Если спросят, что так ошеломляет в этих «Трех сестрах», то самый точный ответ – всё. Актерские работы, все без исключения, по списку, про каждого можно написать поэму. Сценография Олега Головко, целостная, точно соответствующая общему замыслу, и удивительно подробная в каждой мелочи, которых не счесть. Звуковая партитура. Партитура световая. Наконец, при всей сложности, подробности и многоуровневой смысловой структуре, сама простота и глубина режиссерского решения.

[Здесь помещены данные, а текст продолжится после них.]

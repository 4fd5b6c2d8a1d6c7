using static System.FormattableString;

namespace HemoRheo;

/// <summary>Solves a joint problem on the general path: damped steps, then undamped ones with weights at the stress of every step; unknowns that run to a bound are held there.</summary>
internal static class JointSolver
{
    private const int RoundLimit = 40;
    private const int FinishingLimit = 60;
    private const double StepLimit = 1e-12;
    private const double NoLongerFalls = 1e-8;

    private static readonly Convergence UnderWay = new(StopReason.IterationLimit, 0, "");

    /// <summary>Solves from a start.</summary>
    /// <param name="problem">The problem.</param>
    /// <param name="start">Start on the fitting scale, column by column; infinite for one that starts held at its bound.</param>
    /// <param name="deviations">Standard deviations of the readings, Pa; null for those at the fitted stress.</param>
    public static JointSolution Solve(JointProblem problem, double[] start, double[]? deviations = null)
    {
        var at = start.ToArray();
        var held = Array.ConvertAll(at, double.IsInfinity);
        var released = new bool[at.Length];
        while (true)
        {
            var solution = Settled(problem, at.ToArray(), held.ToArray(), deviations);
            solution.Scaled.CopyTo(at, 0);
            if (Hold(problem, at, held)) continue;
            if (!solution.End.Converged || !Release(problem, solution, at, held, released)) return solution;
        }
    }

    /// <summary>Holds what has passed its wall.</summary>
    private static bool Hold(JointProblem problem, double[] at, bool[] held)
    {
        var any = false;
        for (var c = 0; c < at.Length; c++)
        {
            if (held[c] || problem.Columns[c].Wall is not { } wall || !wall.IsPassedBy(at[c])) continue;
            (at[c], held[c], any) = (wall.Bound, true, true);
        }

        return any;
    }

    /// <summary>Lets go, once, of what would rather be inside.</summary>
    private static bool Release(JointProblem problem, JointSolution solution, double[] at, bool[] held, bool[] released)
    {
        int[] inward = [.. Enumerable.Range(0, at.Length).Where(c => held[c] && !released[c] && solution.FallsInward(c))];
        foreach (var c in inward) (at[c], held[c], released[c]) = (problem.Columns[c].Wall!.Inside, false, true);
        return inward.Length > 0;
    }

    /// <summary>Rounds of damped steps with fixed weights and undamped ones with the weights of every step; one round does unless weights and estimates pull at each other.</summary>
    private static JointSolution Settled(JointProblem problem, double[] at, bool[] held, double[]? known)
    {
        int[] free = [.. Enumerable.Range(0, at.Length).Where(c => !held[c])];
        var iterations = 0;
        for (var round = 1; ; round++)
        {
            var end = Descend(problem, at, free, known ?? new JointSolution(problem, at, held, null) { End = UnderWay }.Deviations);
            iterations += end.Iterations;
            if (known is null && end.Converged && !free.Any(c => problem.Columns[c].Wall?.IsPassedBy(at[c]) == true))
            {
                var step = Finish(problem, at, held, free, ref iterations);
                if (step > NoLongerFalls && round < RoundLimit) continue;
                end = step <= StepLimit ? new(StopReason.SmallStep, iterations, Invariant($"relative step {step:G2}, at most {StepLimit:G2}"))
                    : step <= NoLongerFalls ? new(StopReason.SmallDecrease, iterations, Invariant($"steps no longer fall: relative step {step:G2}"))
                    : new(StopReason.IterationLimit, iterations, Invariant($"after {round} rounds weights at the fitted stress still move an estimate by {step:G2}"));
            }

            return new(problem, at, held, known) { End = end with { Iterations = iterations } };
        }
    }

    /// <summary>Damped steps with these deviations. Logarithmic unknowns are counted from 1 at the start, so that a relative step is one of the parameter itself and not of its logarithm, which may be zero.</summary>
    private static Convergence Descend(JointProblem problem, double[] at, int[] free, double[] deviations)
    {
        var (points, size) = (problem.Points, at.Length);
        var slopes = new double[points * size];
        double[] offsets = [.. free.Select(c => problem.Columns[c].IsLogarithmic ? 1 - at[c] : 0)];
        double[] start = [.. free.Select((c, j) => at[c] + offsets[j])];
        double[] data = [.. problem.Stresses.Select((stress, i) => stress / deviations[i])];
        var solution = LeastSquares.Solve(Standardized, data, start);
        Put(solution.Parameters);
        return solution.End;

        void Standardized(ReadOnlySpan<double> x, Span<double> values, Span<double> freeSlopes)
        {
            Put(x);
            problem.Evaluate(at, values, slopes);
            for (var i = 0; i < points; i++)
            {
                values[i] /= deviations[i];
                for (var j = 0; j < free.Length; j++) freeSlopes[j * points + i] = slopes[free[j] * points + i] / deviations[i];
            }
        }

        void Put(ReadOnlySpan<double> x)
        {
            for (var j = 0; j < free.Length; j++) at[free[j]] = x[j] - offsets[j];
        }
    }

    /// <summary>Undamped steps, weights at the stress of each, while they get smaller.</summary>
    /// <returns>The last step taken, relative to its parameter.</returns>
    private static double Finish(JointProblem problem, double[] at, bool[] held, int[] free, ref int iterations)
    {
        var last = double.PositiveInfinity;
        for (var i = 0; i < FinishingLimit; i++)
        {
            var step = new JointSolution(problem, at, held, null) { End = UnderWay }.Step();
            var length = 0.0;
            foreach (var c in free)
            {
                var relative = step[c] == 0 ? 0 : Math.Abs(step[c]) / (problem.Columns[c].IsLogarithmic ? 1 : Math.Abs(at[c]) + Math.Abs(step[c]));
                if (!(relative <= length)) length = relative;
            }

            if (!(length < 0.9 * last)) break;
            foreach (var c in free) at[c] += step[c];
            (last, iterations) = (length, iterations + 1);
        }

        return last;
    }
}
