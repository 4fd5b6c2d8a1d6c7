namespace HemoRheo;

/// <summary>Where a parameter on the fitting scale has run to a bound of its range, and what then describes the curves.</summary>
/// <param name="at">Beyond this value the bound itself is tried.</param>
/// <param name="bound">The bound: minus or plus infinity.</param>
/// <param name="inside">A value to start again from.</param>
/// <param name="law">What takes over at the bound.</param>
internal sealed class JointWall(double at, double bound, double inside, string law)
{
    /// <summary>Beyond this value the bound itself is tried.</summary>
    public double At => at;

    /// <summary>The bound: minus or plus infinity.</summary>
    public double Bound => bound;

    /// <summary>A value to start again from.</summary>
    public double Inside => inside;

    /// <summary>What takes over at the bound.</summary>
    public string Law => law;

    /// <summary>1 where the range lies above the bound, -1 where it lies below.</summary>
    public int Inward => double.IsNegative(bound) ? 1 : -1;

    /// <summary>The wall of a law's limiting case; null where it has none.</summary>
    /// <param name="law">The law.</param>
    /// <param name="lowestStress">Lowest stress of the curves that have the parameter, Pa.</param>
    public static JointWall? Of(FlowLaw law, double lowestStress)
    {
        if (law.Boundary is not { } boundary) return null;
        var parameter = law.Parameters[boundary.Parameter];
        return new(parameter.ToScaled(boundary.WallAt(new(lowestStress))[0]), double.NegativeInfinity, parameter.ToScaled(boundary.InsideAt(lowestStress)), boundary.Law);
    }

    /// <summary>Whether a value lies beyond the wall.</summary>
    public bool IsPassedBy(double scaled) => Inward * (scaled - at) < 0;
}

Кулябин поясняет, что «Три сестры» появились из идеи поставить спектакль без слов, и лишь потом пришла мысль использовать язык жестов. Желание понятно – слово в театре устало, чаще всего звучит фальшиво, режет слух. Можно вспомнить пятилетней давности спектакль Кулябина как раз с таким названием – «Без слов». Там все истории рассказывались языком современной пластики. Это был, как теперь понятно, первый подступ. В «Трех сестрах» идея додумана до конца и реализована с исчерпывающей полнотой. Чеховский текст, страшно уставший за сто с лишним лет от бесконечных постановок и интерпретаций, знакомый чуть ли не наизусть, наконец-то не звучит, он «остранен» бегущей строкой (пользуясь термином Виктора Шкловского) – и в этом остранении, в зазоре между жестом и безмолвным словом, неожиданно высекаются пучки смыслов. При желании спектакль можно описать структуралистски – как набор, как цепочки многих оппозиций. Например: язык – речь – слово – жест. Или: речь – молчание – немота – тишина. Ну и так далее, чтобы не углубляться в эти дебри.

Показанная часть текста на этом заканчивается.